#### [What this task involves]
Look through the entries that follow and return each line that has the string "StudyResults".

==========

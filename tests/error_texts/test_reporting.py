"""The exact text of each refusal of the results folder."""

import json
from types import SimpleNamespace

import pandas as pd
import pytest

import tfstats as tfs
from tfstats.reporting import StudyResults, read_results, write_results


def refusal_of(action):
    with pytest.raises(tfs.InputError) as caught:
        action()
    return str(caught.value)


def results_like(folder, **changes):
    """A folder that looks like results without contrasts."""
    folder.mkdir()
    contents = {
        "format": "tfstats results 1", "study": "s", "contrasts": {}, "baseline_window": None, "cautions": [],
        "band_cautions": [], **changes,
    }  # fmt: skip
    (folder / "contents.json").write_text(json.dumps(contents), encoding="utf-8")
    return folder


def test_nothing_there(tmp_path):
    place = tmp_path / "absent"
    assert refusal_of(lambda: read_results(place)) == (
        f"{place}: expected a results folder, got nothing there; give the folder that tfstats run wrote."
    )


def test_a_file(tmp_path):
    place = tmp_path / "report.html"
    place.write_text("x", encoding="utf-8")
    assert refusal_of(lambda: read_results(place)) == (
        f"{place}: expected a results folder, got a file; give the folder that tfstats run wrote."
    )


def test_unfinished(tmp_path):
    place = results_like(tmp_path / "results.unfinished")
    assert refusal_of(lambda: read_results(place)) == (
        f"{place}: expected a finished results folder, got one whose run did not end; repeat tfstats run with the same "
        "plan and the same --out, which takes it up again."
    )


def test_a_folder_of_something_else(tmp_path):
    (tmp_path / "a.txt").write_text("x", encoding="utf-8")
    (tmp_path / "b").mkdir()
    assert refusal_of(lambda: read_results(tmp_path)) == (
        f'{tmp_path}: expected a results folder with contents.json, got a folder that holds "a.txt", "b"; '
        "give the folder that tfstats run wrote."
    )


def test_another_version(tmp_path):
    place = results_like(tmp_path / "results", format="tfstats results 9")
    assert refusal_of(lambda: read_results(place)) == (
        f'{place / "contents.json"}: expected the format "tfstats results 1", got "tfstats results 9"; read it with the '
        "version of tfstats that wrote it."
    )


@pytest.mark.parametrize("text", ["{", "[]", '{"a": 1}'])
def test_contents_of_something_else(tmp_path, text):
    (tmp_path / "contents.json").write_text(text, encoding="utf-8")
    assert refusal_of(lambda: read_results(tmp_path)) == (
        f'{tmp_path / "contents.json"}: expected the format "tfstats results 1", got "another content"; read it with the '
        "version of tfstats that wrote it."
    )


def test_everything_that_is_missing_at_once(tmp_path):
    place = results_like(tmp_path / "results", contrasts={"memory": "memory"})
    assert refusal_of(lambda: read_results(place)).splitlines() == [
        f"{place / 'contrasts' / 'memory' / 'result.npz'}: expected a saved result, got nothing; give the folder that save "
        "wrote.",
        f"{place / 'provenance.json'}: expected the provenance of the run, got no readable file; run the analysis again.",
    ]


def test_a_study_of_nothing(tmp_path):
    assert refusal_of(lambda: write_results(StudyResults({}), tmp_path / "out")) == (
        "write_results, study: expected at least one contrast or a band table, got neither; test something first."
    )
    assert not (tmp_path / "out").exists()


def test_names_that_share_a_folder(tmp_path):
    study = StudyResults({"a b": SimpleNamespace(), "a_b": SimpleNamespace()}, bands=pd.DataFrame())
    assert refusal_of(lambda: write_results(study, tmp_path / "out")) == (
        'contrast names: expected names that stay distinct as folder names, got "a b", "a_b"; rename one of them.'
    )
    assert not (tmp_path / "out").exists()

==========

#### [Exercise result]
from tfstats.reporting import StudyResults, read_results, write_results
    assert refusal_of(lambda: write_results(StudyResults({}), tmp_path / "out")) == (
    study = StudyResults({"a b": SimpleNamespace(), "a_b": SimpleNamespace()}, bands=pd.DataFrame())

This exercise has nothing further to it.